When you reach the line that contains "expect(r.status).toBe('fail');" in the data below, start reproducing lines exactly, and stop after the line that contains "it('60 degrees: kds".

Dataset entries

-=-=-=-=-

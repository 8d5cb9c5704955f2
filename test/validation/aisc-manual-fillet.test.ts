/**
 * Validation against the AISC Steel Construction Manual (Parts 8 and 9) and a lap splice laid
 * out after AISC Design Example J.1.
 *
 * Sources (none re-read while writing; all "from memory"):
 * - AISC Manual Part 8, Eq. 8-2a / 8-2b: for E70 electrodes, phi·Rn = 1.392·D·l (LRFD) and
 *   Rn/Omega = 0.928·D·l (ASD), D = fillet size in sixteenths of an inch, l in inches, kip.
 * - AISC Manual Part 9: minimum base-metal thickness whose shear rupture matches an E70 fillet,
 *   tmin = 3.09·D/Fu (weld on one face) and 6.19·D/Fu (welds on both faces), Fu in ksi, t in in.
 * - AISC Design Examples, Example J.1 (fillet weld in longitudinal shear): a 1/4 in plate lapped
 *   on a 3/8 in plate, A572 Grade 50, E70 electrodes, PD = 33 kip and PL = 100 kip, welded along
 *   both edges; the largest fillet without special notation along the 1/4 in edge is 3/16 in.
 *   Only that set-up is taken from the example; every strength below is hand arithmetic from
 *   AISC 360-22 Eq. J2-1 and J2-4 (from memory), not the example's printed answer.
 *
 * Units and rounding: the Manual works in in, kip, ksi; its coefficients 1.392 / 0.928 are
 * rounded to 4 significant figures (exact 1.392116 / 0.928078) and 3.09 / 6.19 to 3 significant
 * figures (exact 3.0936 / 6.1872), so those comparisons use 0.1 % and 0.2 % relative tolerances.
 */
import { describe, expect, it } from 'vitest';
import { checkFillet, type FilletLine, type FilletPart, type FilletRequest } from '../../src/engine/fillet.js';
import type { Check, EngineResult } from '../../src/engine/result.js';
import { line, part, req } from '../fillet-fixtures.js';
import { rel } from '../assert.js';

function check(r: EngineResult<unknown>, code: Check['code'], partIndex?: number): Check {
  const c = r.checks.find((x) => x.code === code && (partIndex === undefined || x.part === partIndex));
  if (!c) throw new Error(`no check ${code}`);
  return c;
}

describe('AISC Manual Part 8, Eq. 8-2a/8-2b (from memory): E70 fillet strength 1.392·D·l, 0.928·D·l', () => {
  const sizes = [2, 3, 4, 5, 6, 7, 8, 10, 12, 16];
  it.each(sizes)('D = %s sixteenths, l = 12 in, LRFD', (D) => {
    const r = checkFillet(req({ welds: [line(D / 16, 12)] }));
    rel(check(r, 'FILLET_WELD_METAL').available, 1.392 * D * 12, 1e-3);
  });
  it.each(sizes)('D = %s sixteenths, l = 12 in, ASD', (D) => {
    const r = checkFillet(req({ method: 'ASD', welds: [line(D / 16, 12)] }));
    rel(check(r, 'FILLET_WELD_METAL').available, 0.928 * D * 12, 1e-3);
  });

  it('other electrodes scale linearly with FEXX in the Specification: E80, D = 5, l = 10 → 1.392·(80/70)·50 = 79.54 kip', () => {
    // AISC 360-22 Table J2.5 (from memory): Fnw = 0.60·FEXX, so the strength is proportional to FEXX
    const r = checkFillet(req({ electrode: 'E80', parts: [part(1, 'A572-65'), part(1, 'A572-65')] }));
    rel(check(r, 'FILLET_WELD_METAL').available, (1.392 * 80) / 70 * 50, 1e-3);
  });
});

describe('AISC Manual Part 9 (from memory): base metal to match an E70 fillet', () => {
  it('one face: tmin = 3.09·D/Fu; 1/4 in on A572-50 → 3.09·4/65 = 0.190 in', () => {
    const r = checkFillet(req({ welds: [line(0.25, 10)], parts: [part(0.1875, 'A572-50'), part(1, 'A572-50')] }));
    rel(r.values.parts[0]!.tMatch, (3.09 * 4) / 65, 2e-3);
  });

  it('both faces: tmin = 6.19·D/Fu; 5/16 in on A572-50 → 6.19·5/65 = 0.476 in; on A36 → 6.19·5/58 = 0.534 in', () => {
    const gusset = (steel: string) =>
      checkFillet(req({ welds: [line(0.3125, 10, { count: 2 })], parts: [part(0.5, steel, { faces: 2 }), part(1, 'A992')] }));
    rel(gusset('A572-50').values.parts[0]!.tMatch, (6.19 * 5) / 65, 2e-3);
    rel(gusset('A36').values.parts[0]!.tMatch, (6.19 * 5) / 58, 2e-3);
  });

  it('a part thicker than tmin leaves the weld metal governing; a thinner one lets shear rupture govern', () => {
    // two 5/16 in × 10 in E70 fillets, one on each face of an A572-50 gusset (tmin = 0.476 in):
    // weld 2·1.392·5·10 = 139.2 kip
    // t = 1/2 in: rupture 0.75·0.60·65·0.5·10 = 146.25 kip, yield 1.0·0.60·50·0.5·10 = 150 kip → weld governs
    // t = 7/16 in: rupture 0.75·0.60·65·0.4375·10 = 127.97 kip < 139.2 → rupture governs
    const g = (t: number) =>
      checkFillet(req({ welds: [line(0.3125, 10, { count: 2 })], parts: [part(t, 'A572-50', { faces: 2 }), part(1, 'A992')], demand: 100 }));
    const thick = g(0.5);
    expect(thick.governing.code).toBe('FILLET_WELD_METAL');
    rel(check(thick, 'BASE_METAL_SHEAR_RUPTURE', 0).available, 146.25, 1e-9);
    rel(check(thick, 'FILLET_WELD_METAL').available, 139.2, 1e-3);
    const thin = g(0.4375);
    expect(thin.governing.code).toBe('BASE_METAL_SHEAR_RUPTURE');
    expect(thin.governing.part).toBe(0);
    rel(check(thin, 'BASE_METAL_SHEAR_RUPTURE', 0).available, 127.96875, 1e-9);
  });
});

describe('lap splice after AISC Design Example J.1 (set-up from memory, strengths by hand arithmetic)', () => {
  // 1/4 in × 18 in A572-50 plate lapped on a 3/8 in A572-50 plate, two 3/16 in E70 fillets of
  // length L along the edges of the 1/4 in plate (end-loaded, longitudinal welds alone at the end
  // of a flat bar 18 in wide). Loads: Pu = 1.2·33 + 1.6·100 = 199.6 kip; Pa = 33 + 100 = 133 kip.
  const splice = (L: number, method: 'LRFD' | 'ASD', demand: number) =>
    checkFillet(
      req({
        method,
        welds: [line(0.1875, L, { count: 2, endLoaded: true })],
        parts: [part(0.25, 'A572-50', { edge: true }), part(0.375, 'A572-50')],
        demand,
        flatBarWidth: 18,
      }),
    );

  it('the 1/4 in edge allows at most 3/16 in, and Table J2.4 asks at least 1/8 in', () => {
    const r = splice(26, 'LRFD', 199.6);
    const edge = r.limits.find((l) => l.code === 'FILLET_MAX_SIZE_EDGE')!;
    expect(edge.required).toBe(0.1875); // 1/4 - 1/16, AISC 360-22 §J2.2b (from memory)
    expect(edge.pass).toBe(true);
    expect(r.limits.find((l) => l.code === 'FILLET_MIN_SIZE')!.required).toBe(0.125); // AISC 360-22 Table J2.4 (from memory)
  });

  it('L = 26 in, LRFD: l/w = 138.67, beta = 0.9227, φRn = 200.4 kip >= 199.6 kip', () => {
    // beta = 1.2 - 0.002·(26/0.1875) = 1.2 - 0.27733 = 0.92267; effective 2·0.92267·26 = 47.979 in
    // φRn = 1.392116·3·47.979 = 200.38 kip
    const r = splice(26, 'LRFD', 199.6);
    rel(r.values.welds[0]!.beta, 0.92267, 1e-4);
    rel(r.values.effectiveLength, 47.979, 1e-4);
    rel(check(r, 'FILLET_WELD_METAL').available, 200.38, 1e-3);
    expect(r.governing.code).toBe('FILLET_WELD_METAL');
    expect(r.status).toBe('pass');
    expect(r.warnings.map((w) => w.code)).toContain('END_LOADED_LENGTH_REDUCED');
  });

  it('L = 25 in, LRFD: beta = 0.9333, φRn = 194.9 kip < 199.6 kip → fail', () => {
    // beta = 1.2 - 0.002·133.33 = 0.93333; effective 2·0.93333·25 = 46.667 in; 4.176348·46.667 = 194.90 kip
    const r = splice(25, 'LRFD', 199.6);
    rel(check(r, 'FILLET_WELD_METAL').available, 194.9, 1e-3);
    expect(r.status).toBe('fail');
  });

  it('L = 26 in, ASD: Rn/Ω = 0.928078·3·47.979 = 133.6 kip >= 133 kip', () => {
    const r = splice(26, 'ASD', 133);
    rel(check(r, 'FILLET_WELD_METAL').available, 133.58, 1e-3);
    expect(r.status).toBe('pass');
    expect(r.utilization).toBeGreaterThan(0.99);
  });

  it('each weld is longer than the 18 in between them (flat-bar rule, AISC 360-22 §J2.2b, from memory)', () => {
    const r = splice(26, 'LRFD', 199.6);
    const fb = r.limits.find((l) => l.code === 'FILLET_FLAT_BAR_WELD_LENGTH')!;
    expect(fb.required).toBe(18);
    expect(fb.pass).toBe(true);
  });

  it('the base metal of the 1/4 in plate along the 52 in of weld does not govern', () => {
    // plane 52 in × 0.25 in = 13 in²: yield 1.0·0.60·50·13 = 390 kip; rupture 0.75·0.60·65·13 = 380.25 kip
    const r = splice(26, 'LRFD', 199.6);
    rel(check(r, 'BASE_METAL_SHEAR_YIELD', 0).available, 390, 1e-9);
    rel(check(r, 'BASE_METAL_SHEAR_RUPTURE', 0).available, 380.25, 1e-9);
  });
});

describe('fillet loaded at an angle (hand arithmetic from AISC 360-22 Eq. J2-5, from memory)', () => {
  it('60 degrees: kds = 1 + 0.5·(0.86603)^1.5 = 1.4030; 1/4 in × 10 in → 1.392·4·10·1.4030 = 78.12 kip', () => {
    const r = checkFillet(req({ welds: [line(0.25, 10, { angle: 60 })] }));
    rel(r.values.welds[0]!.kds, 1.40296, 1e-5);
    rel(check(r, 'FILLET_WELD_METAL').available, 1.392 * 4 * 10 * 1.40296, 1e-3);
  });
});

-=-=-=-=-

TASK SOLUTION:
    expect(r.status).toBe('fail');
  });

  it('L = 26 in, ASD: Rn/Ω = 0.928078·3·47.979 = 133.6 kip >= 133 kip', () => {
    const r = splice(26, 'ASD', 133);
    rel(check(r, 'FILLET_WELD_METAL').available, 133.58, 1e-3);
    expect(r.status).toBe('pass');
    expect(r.utilization).toBeGreaterThan(0.99);
  });

  it('each weld is longer than the 18 in between them (flat-bar rule, AISC 360-22 §J2.2b, from memory)', () => {
    const r = splice(26, 'LRFD', 199.6);
    const fb = r.limits.find((l) => l.code === 'FILLET_FLAT_BAR_WELD_LENGTH')!;
    expect(fb.required).toBe(18);
    expect(fb.pass).toBe(true);
  });

  it('the base metal of the 1/4 in plate along the 52 in of weld does not govern', () => {
    // plane 52 in × 0.25 in = 13 in²: yield 1.0·0.60·50·13 = 390 kip; rupture 0.75·0.60·65·13 = 380.25 kip
    const r = splice(26, 'LRFD', 199.6);
    rel(check(r, 'BASE_METAL_SHEAR_YIELD', 0).available, 390, 1e-9);
    rel(check(r, 'BASE_METAL_SHEAR_RUPTURE', 0).available, 380.25, 1e-9);
  });
});

describe('fillet loaded at an angle (hand arithmetic from AISC 360-22 Eq. J2-5, from memory)', () => {
  it('60 degrees: kds = 1 + 0.5·(0.86603)^1.5 = 1.4030; 1/4 in × 10 in → 1.392·4·10·1.4030 = 78.12 kip', () => {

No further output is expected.